Нарком иностранных дел Троцкий шел на уступки (по крайней мере, на словах). Время от времени он даже зондировал возможности возобновления военного сотрудничества Советской России с западными союзниками в случае поддержки Германией контрреволюции, правда, с явной целью использовать такую возможность в качестве жупела, чтобы улучшить свою позицию на переговорах в Бресте. В конечном счете стало ясно, что западные правительства отнюдь не готовы пойти на официальное признание узурпированной большевиками власти. Напротив, британской и французской сторонами еще в декабре 1917 г. были разработаны абсолютно анахронические, зафиксированные в секретных договорах проекты использования смутного времени и мировой войны для расчленения всей России на сферы полуколониальных интересов — и именно потому, что подобные планы, как им казалось, строили центральноевропейские державы.
На германскую сторону эти дипломатические интермедии не произвели впечатления, они скорее окрылили ее, побуждая развивать «планы относительно восточных пространств». И если тяжесть собственного положения она еще плохо представляла, то насчет затруднений партнеров по переговорам, большевиков, у нее сомнений не имелось.

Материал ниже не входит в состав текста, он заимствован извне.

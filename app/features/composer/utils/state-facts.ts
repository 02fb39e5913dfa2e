// Numbers the composer shows beside the preview, computed by shared/physics for the state in the
// spec: per term its name, energy, radial and angular node counts, ⟨r⟩ and most probable radius,
// and for a superposition the weights after normalisation and the mean energy Σ|c|²E_n.
import { lengthUnit } from '../../../../shared/figures/length-units';
import { systemMassRatio } from '../../../../shared/figures/figure-system';
import { energyLevel, energyLevelEv } from '../../../../shared/physics/energy-levels';
import { mostProbableRadius } from '../../../../shared/physics/most-probable-radius';
import { orbitalLabel, type OrbitalLabel } from '../../../../shared/physics/orbital-labels';
import { radialExpectationValues } from '../../../../shared/physics/radial-expectation';
import type { FigureSpec } from '../../../../shared/spec/figure-spec';

export interface TermFacts {
  label: OrbitalLabel;
  /** |c|² after normalisation. */
  share: number;
  energyHartree: number;
  energyEv: number;
  radialNodes: number;
  angularNodes: number;
  /** ⟨r⟩ and the most probable radius, in the spec's length unit. */
  meanRadius: number;
  mostProbableRadius: number;
}

export interface StateFacts {
  unit: string;
  terms: TermFacts[];
  /** Σ|c|²E_n in eV; equals the energy of the one term for a single orbital. */
  meanEnergyEv: number;
  /** True when the terms do not all share one n: the state is not stationary. */
  mixesEnergies: boolean;
}

export function stateFacts(spec: Pick<FigureSpec, 'system' | 'state'>): StateFacts {
  const { Z } = spec.system;
  const mu = systemMassRatio(spec);
  const unit = lengthUnit(spec.system.lengthUnit);
  const total = spec.state.terms.reduce((s, t) => s + t.weight.re ** 2 + t.weight.im ** 2, 0);
  const terms = spec.state.terms.map((t): TermFacts => ({
    label: orbitalLabel(t.n, t.l, t.m, t.basis),
    share: (t.weight.re ** 2 + t.weight.im ** 2) / total,
    energyHartree: energyLevel(t.n, Z, mu),
    energyEv: energyLevelEv(t.n, Z, mu),
    radialNodes: t.n - t.l - 1,
    angularNodes: t.l,
    meanRadius: radialExpectationValues(t.n, t.l, Z, mu).r * unit.perBohr,
    mostProbableRadius: mostProbableRadius(t.n, t.l, Z, mu) * unit.perBohr,
  }));
  return {
    unit: unit.symbol,
    terms,
    meanEnergyEv: terms.reduce((s, t) => s + t.share * t.energyEv, 0),
    mixesEnergies: new Set(spec.state.terms.map((t) => t.n)).size > 1,
  };
}
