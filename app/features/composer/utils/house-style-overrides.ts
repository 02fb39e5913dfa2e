// Which look and print settings a figure sets itself instead of taking them from the house style,
// and the spec with those cleared ("apply house style").
import type { FigureSpec } from '../../../../shared/spec/figure-spec';
import type { HouseStyle } from '../../../../shared/spec/house-style';

export type OverrideSection = 'look' | 'print';

export interface HouseStyleOverride {
  section: OverrideSection;
  field: string;
  /** The figure's own value and the house style's, as short text. */
  figureValue: string;
  houseValue: string;
}

export const SETTING_NAMES: Record<string, string> = {
  positiveColour: 'Positive phase colour',
  negativeColour: 'Negative phase colour',
  opacity: 'Opacity',
  showAxes: 'Axes',
  showScaleBar: 'Scale bar',
  showNodalSurfaces: 'Nodal surfaces',
  showLabel: 'Label',
  label: 'Label text',
  fontFamily: 'Font',
  fontSizePt: 'Font size',
  lineWidthPt: 'Line width',
  widthMm: 'Width',
  heightMm: 'Height',
  dpi: 'Resolution',
  background: 'Background',
  formats: 'Formats',
};

const UNITS: Record<string, string> = {
  fontSizePt: ' pt',
  lineWidthPt: ' pt',
  widthMm: ' mm',
  heightMm: ' mm',
  dpi: ' dpi',
};

export function describeSetting(field: string, value: unknown): string {
  if (typeof value === 'boolean') return value ? 'shown' : 'hidden';
  if (Array.isArray(value)) return value.map((v) => String(v).toUpperCase()).join(', ');
  if (field === 'opacity' && typeof value === 'number') return `${Math.round(value * 100)} %`;
  if (field === 'label' && value === '') return 'orbital name';
  return `${String(value)}${UNITS[field] ?? ''}`;
}

export function houseStyleOverrides(spec: FigureSpec, style: HouseStyle): HouseStyleOverride[] {
  const out: HouseStyleOverride[] = [];
  for (const section of ['look', 'print'] as const) {
    const own = spec[section] as Record<string, unknown>;
    const house = style[section] as Record<string, unknown>;
    for (const [field, value] of Object.entries(own)) {
      if (value === undefined) continue;
      out.push({
        section,
        field,
        figureValue: describeSetting(field, value),
        houseValue: describeSetting(field, house[field]),
      });
    }
  }
  return out;
}

/** The spec drawn wholly in the house style: its own look and print settings cleared. */
export function applyHouseStyle(spec: FigureSpec): FigureSpec {
  return { ...spec, look: {}, print: {} };
}
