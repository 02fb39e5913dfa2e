// Orbital names as plain text for places that cannot typeset subscripts (drop-down options):
// "dz²", "fxyz", "g (m = +2)".
import type { OrbitalLabel } from '../../../../shared/physics/orbital-labels';

export function orbitalPlainText(label: OrbitalLabel): string {
  return label.parts
    .map((p) => ('t' in p ? p.t : p.sub.startsWith('m=') ? ` (m = ${p.sub.slice(2)})` : p.sub))
    .join('');
}
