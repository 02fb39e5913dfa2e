// Print sizes: the pixel size a width in mm comes out at for a dpi (as the render route makes it:
// round(mm / 25.4 × dpi)), and the common page widths offered as presets.
import { COLUMN_WIDTHS_MM } from '../../../../shared/spec/house-style';

export const MM_PER_INCH = 25.4;

export function pixelsFor(mm: number, dpi: number): number {
  return Math.round((mm / MM_PER_INCH) * dpi);
}

export interface SizePreset {
  name: string;
  widthMm: number;
  heightMm: number;
}

/**
 * Single column ≈ 84 mm and double column ≈ 174 mm (common practice in journal and textbook
 * production); a 16:9 slide at 254 mm wide.
 */
export const SIZE_PRESETS: readonly SizePreset[] = [
  { name: 'Single column', widthMm: COLUMN_WIDTHS_MM.single, heightMm: COLUMN_WIDTHS_MM.single },
  { name: 'Double column', widthMm: COLUMN_WIDTHS_MM.double, heightMm: 116 },
  {
    name: 'Slide',
    widthMm: COLUMN_WIDTHS_MM.slide,
    heightMm: Math.round((COLUMN_WIDTHS_MM.slide * 9) / 16),
  },
];

/** Common resolutions: 300 dpi for halftones, 600 for line art (common practice), 150 for screens. */
export const DPI_CHOICES = [150, 300, 600, 1200] as const;
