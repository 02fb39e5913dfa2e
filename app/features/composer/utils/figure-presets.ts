// Starting points for common figures. A preset replaces what is computed and how it is framed
// (state, kind, view) and keeps the system, look and print settings the user already chose.
import {
  figureKindSchema,
  stateSchema,
  viewSchema,
  type FigureSpec,
} from '../../../../shared/spec/figure-spec';

export interface FigurePreset {
  id: string;
  name: string;
  apply: (spec: FigureSpec) => FigureSpec;
}

type Term = [n: number, l: number, m: number];

function preset(
  id: string,
  name: string,
  terms: Term[],
  kind: Record<string, unknown>,
  view: Record<string, unknown> = {},
): FigurePreset {
  const state = stateSchema.parse({
    terms: terms.map(([n, l, m]) => ({ n, l, m, basis: 'real', weight: { re: 1, im: 0 } })),
  });
  const parsedKind = figureKindSchema.parse(kind);
  const parsedView = viewSchema.parse(view);
  return { id, name, apply: (spec) => ({ ...spec, state, kind: parsedKind, view: parsedView }) };
}

export const FIGURE_PRESETS: readonly FigurePreset[] = [
  preset('1s-isosurface', '1s isosurface, 90 %', [[1, 0, 0]], {
    type: 'isosurface',
    enclosed: 0.9,
  }),
  preset('2pz-isosurface', '2p_z isosurface, 90 %', [[2, 1, 0]], {
    type: 'isosurface',
    enclosed: 0.9,
  }),
  preset('3dz2-isosurface', '3d_z² isosurface with nodal cones', [[3, 2, 0]], {
    type: 'isosurface',
    enclosed: 0.9,
  }),
  preset('3pz-slice', '3p_z slice (xz-plane) with contours', [[3, 1, 0]], {
    type: 'slice',
    plane: 'xz',
  }),
  preset('s-radial', '1s, 2s, 3s radial distributions', [[1, 0, 0]], {
    type: 'radial',
    curves: [1, 2, 3].map((n) => ({ n, l: 0, quantity: 'r2R2' })),
  }),
  preset('3-shell-radial', 'n = 3 radial distributions (3s, 3p, 3d)', [[3, 2, 0]], {
    type: 'radial',
    curves: [0, 1, 2].map((l) => ({ n: 3, l, quantity: 'r2R2' })),
  }),
  preset('veff', 'Effective potential, l = 0, 1, 2', [[3, 0, 0]], {
    type: 'radial',
    curves: [0, 1, 2].map((l) => ({ n: 3, l, quantity: 'veff' })),
  }),
  preset('1s-cloud', '1s probability cloud', [[1, 0, 0]], { type: 'cloud', points: 20_000 }),
  preset('dz2-angular', 'Angular shape of d_z² (curve in the xz-plane)', [[3, 2, 0]], {
    type: 'angular',
    mode: 'curve',
    plane: 'xz',
  }),
  preset('balmer', 'Balmer series levels (Hα to Hδ)', [[1, 0, 0]], {
    type: 'levels',
    nMax: 6,
    transitions: [3, 4, 5, 6].map((upper) => ({ upper, lower: 2 })),
  }),
];
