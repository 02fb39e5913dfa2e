// Edits of a figure spec that can only produce valid specs: every change of n, l or m clamps the
// others (0 ≤ l < n ≤ 30, |m| ≤ l), kinds start from their schema defaults, radial curves and
// transitions keep l < n and upper > lower. The controls offer only what these functions allow.
import { orbitalLabel, type OrbitalLabel } from '../../../../shared/physics/orbital-labels';
import {
  figureKindSchema,
  MAX_N,
  type FigureKind,
  type FigureSpec,
  type SpecTerm,
} from '../../../../shared/spec/figure-spec';

export type KindType = FigureKind['type'];
export type KindOf<T extends KindType> = Extract<FigureKind, { type: T }>;
export type Basis = SpecTerm['basis'];
export type RadialCurve = KindOf<'radial'>['curves'][number];
export type Transition = KindOf<'levels'>['transitions'][number];

/** Terms in a superposition; the schema allows 16. */
export const MAX_TERMS = 16;
export const MAX_RADIAL_CURVES = 12;
export const MAX_TRANSITIONS = 24;
/** Highest upper level the level diagrams accept for a transition. */
export const MAX_TRANSITION_UPPER = 30;

const clampInt = (v: number, lo: number, hi: number): number =>
  Math.min(hi, Math.max(lo, Math.trunc(Number.isFinite(v) ? v : lo)));

/** The nearest valid (n, l, m): n first, then l below it, then m within ±l. */
export function clampQuantumNumbers<T extends { n: number; l: number }>(t: T & { m?: number }): T {
  const n = clampInt(t.n, 1, MAX_N);
  const l = clampInt(t.l, 0, n - 1);
  return t.m === undefined ? { ...t, n, l } : { ...t, n, l, m: clampInt(t.m, -l, l) };
}

export function range(from: number, to: number): number[] {
  return from > to ? [] : Array.from({ length: to - from + 1 }, (_, i) => from + i);
}

/** m in the order orbitals are usually listed: 0, +1, −1, +2, −2, … */
export function magneticOrder(l: number): number[] {
  const out = [0];
  for (let k = 1; k <= l; k++) out.push(k, -k);
  return out;
}

export interface OrbitalChoice {
  m: number;
  label: OrbitalLabel;
}

/** The 2l + 1 orbitals of one (n, l) in a basis, by their conventional names (n left off). */
export function orbitalChoices(l: number, basis: Basis): OrbitalChoice[] {
  return magneticOrder(l).map((m) => ({ m, label: orbitalLabel(null, l, m, basis) }));
}

// ---- state -----------------------------------------------------------------------------------

function withTerms(spec: FigureSpec, terms: SpecTerm[]): FigureSpec {
  return { ...spec, state: { ...spec.state, terms } };
}

export function isSuperposition(spec: FigureSpec): boolean {
  return spec.state.terms.length > 1;
}

/** Changes one quantum number of a term; the others follow so the term stays valid. */
export function setQuantumNumber(
  spec: FigureSpec,
  index: number,
  which: 'n' | 'l' | 'm',
  value: number,
): FigureSpec {
  const terms = spec.state.terms.map((t, i) =>
    i === index ? clampQuantumNumbers({ ...t, [which]: value }) : t,
  );
  return withTerms(spec, terms);
}

export function setBasis(spec: FigureSpec, index: number, basis: Basis): FigureSpec {
  return withTerms(
    spec,
    spec.state.terms.map((t, i) => (i === index ? { ...t, basis } : t)),
  );
}

/** Sets one part of a term's complex weight; the state keeps at least one non-zero weight. */
export function setWeight(
  spec: FigureSpec,
  index: number,
  part: 're' | 'im',
  value: number,
): FigureSpec {
  if (!Number.isFinite(value)) return spec;
  const terms = spec.state.terms.map((t, i) =>
    i === index ? { ...t, weight: { ...t.weight, [part]: value } } : t,
  );
  if (terms.every((t) => t.weight.re === 0 && t.weight.im === 0)) return spec;
  return withTerms(spec, terms);
}

/** Adds a term: the next orbital of the same n not yet in the state, weight 1. */
export function addTerm(spec: FigureSpec): FigureSpec {
  const terms = spec.state.terms;
  if (terms.length >= MAX_TERMS) return spec;
  const last = terms[terms.length - 1];
  const taken = new Set(terms.map((t) => `${t.n},${t.l},${t.m}`));
  let next: SpecTerm = { ...last, weight: { re: 1, im: 0 } };
  search: for (let n = last.n; n <= MAX_N; n++)
    for (let l = 0; l < n; l++)
      for (const m of magneticOrder(l))
        if (!taken.has(`${n},${l},${m}`)) {
          next = { ...last, n, l, m, weight: { re: 1, im: 0 } };
          break search;
        }
  return withTerms(spec, [...terms, next]);
}

export function removeTerm(spec: FigureSpec, index: number): FigureSpec {
  const terms = spec.state.terms.filter((_, i) => i !== index);
  if (terms.length === 0) return spec;
  if (terms.every((t) => t.weight.re === 0 && t.weight.im === 0))
    terms[0] = { ...terms[0], weight: { re: 1, im: 0 } };
  return withTerms(spec, terms);
}

/** One orbital: keeps the first term with weight 1 (a single term's weight only sets a phase). */
export function makeSingle(spec: FigureSpec): FigureSpec {
  return withTerms(spec, [{ ...spec.state.terms[0], weight: { re: 1, im: 0 } }]);
}

export function setTime(spec: FigureSpec, time: number): FigureSpec {
  if (!Number.isFinite(time) || time < 0) return spec;
  return { ...spec, state: { ...spec.state, time } };
}

// ---- kind ------------------------------------------------------------------------------------

/** The distinct shells (n, l) of the state, for radial curves. */
function shells(spec: FigureSpec): { n: number; l: number }[] {
  const seen = new Map<string, { n: number; l: number }>();
  for (const t of spec.state.terms) seen.set(`${t.n},${t.l}`, { n: t.n, l: t.l });
  return [...seen.values()];
}

/** A new kind with the schema's defaults, drawn from the present state where it needs one. */
export function defaultKind(type: KindType, spec: FigureSpec): FigureKind {
  switch (type) {
    case 'radial':
      return figureKindSchema.parse({
        type,
        curves: shells(spec)
          .slice(0, MAX_RADIAL_CURVES)
          .map((s) => ({ ...s, quantity: 'r2R2' })),
      });
    case 'levels': {
      const nTop = Math.max(...spec.state.terms.map((t) => t.n));
      return figureKindSchema.parse({ type, nMax: clampInt(Math.max(6, nTop), 2, 12) });
    }
    default:
      return figureKindSchema.parse({ type });
  }
}

export function changeKind(spec: FigureSpec, type: KindType): FigureSpec {
  if (spec.kind.type === type) return spec;
  return { ...spec, kind: defaultKind(type, spec) };
}

/** Changes settings of the present kind; a patch for another kind leaves the spec as it is. */
export function patchKind<T extends KindType>(
  spec: FigureSpec,
  type: T,
  patch: Partial<Omit<KindOf<T>, 'type'>>,
): FigureSpec {
  if (spec.kind.type !== type) return spec;
  return { ...spec, kind: { ...spec.kind, ...patch } as FigureKind };
}

export function setRadialCurve(
  spec: FigureSpec,
  index: number,
  patch: Partial<RadialCurve>,
): FigureSpec {
  if (spec.kind.type !== 'radial') return spec;
  const curves = spec.kind.curves.map((c, i) =>
    i === index ? clampQuantumNumbers({ ...c, ...patch }) : c,
  );
  return patchKind(spec, 'radial', { curves });
}

export function addRadialCurve(spec: FigureSpec): FigureSpec {
  if (spec.kind.type !== 'radial' || spec.kind.curves.length >= MAX_RADIAL_CURVES) return spec;
  const last = spec.kind.curves[spec.kind.curves.length - 1];
  const next = clampQuantumNumbers({ ...last, n: Math.min(MAX_N, last.n + 1) });
  return patchKind(spec, 'radial', { curves: [...spec.kind.curves, next] });
}

export function removeRadialCurve(spec: FigureSpec, index: number): FigureSpec {
  if (spec.kind.type !== 'radial' || spec.kind.curves.length <= 1) return spec;
  return patchKind(spec, 'radial', { curves: spec.kind.curves.filter((_, i) => i !== index) });
}

/** Keeps upper > lower ≥ 1 whichever end moved. */
export function clampTransition(t: Transition, moved: 'upper' | 'lower'): Transition {
  if (moved === 'lower') {
    const lower = clampInt(t.lower, 1, MAX_TRANSITION_UPPER - 1);
    return { lower, upper: clampInt(Math.max(t.upper, lower + 1), 2, MAX_TRANSITION_UPPER) };
  }
  const upper = clampInt(t.upper, 2, MAX_TRANSITION_UPPER);
  return { upper, lower: clampInt(Math.min(t.lower, upper - 1), 1, upper - 1) };
}

export function setTransition(
  spec: FigureSpec,
  index: number,
  moved: 'upper' | 'lower',
  value: number,
): FigureSpec {
  if (spec.kind.type !== 'levels') return spec;
  const transitions = spec.kind.transitions.map((t, i) =>
    i === index ? clampTransition({ ...t, [moved]: value }, moved) : t,
  );
  return patchKind(spec, 'levels', { transitions });
}

export function addTransition(spec: FigureSpec): FigureSpec {
  if (spec.kind.type !== 'levels' || spec.kind.transitions.length >= MAX_TRANSITIONS) return spec;
  const list = spec.kind.transitions;
  const last = list[list.length - 1] ?? { upper: 2, lower: 2 };
  const next = clampTransition({ lower: last.lower, upper: last.upper + 1 }, 'upper');
  return patchKind(spec, 'levels', { transitions: [...list, next] });
}

export function removeTransition(spec: FigureSpec, index: number): FigureSpec {
  if (spec.kind.type !== 'levels') return spec;
  return patchKind(spec, 'levels', {
    transitions: spec.kind.transitions.filter((_, i) => i !== index),
  });
}

// ---- view, look, print -------------------------------------------------------------------------

export function patchView(spec: FigureSpec, patch: Partial<FigureSpec['view']>): FigureSpec {
  return { ...spec, view: { ...spec.view, ...patch } };
}

/** Sets a look field, or clears it (undefined) so the house style applies. */
export function patchLook(spec: FigureSpec, patch: Partial<FigureSpec['look']>): FigureSpec {
  return { ...spec, look: dropUnset({ ...spec.look, ...patch }) };
}

export function patchPrint(spec: FigureSpec, patch: Partial<FigureSpec['print']>): FigureSpec {
  return { ...spec, print: dropUnset({ ...spec.print, ...patch }) };
}

function dropUnset<T extends object>(o: T): T {
  return Object.fromEntries(Object.entries(o).filter(([, v]) => v !== undefined)) as T;
}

2. Россия. Зимняя сказка[69]
В условиях продолжавшейся мировой войны более глубокое понимание побудительных сил и мотивов переворота в России едва ли было возможно. Вместо этого под знаменем дискуссий о целях войны в который раз на обсуждение выносились старые спорные научные вопросы, касающиеся России и российской истории. Разгоревшаяся в довоенный период борьба «школ» возобновилась уже в первых статьях военного периода, отличавшихся все более острыми полемическими преувеличениями, и достигла кульминации в интерпретации русских революций 1917 г., а также в выводах относительно немецкой восточной политики.
Во главе противников мирного соглашения с единой Россией стояли Пауль Рорбах и Теодор Шиман, к ним примкнул специалист по истории Средневековья из Тюбингенского университета Иоганнес Галлер, также остзейского происхождения. Исходным пунктом их рассуждений служил выдвинутый Шиманом и развитый Галлером тезис о том, что Российская империя в целом представляет собой искусственное образование и потому обречена распасться на свои «естественные исторические и этнические составные части» (как выразился Рорбах) — или даже подвергнуться принудительному расчленению{339}. Характеристика царской империи как тюрьмы народов сочеталась здесь с резко негативной оценкой великороссов и «московитов» как носителей российской государственности. Все прогрессивное и созидательное в истории России, по их мнению, было результатом германско-немецких влияний вплоть до самых последних времен.
Этих трех авторов ни в коем случае не следует причислять к представителям крайних реакционных кругов вильгельмовского рейха. С приверженцами «всегерманской» державной мировой политики они кое в чем сильно враждовали. И напротив, их взгляды соприкасались с национально-либеральными или социально-либеральными концепциями Срединной Европы, выдвигавшимися, например, Вальтером Ратенау или Фридрихом Науманом, а также противоречили пропаганде войны со стороны германской социал-демократии, пока речь шла о борьбе против «царского деспотизма».
Цели войны и мнения теоретиков
События весны 1917 г., казалось, блестяще подтверждали тезисы этих авторов о внутренне прогнившей царской империи. В самом деле, как с удовольствием констатировал Пауль Рорбах, «все те у нас, кого в России в насмешку называли немецкими неорусофилами, новыми друзьями России… в начале революции и при ее теперешнем развороте с тимпанами и фанфарами провалились на своем российском экзамене»{340}.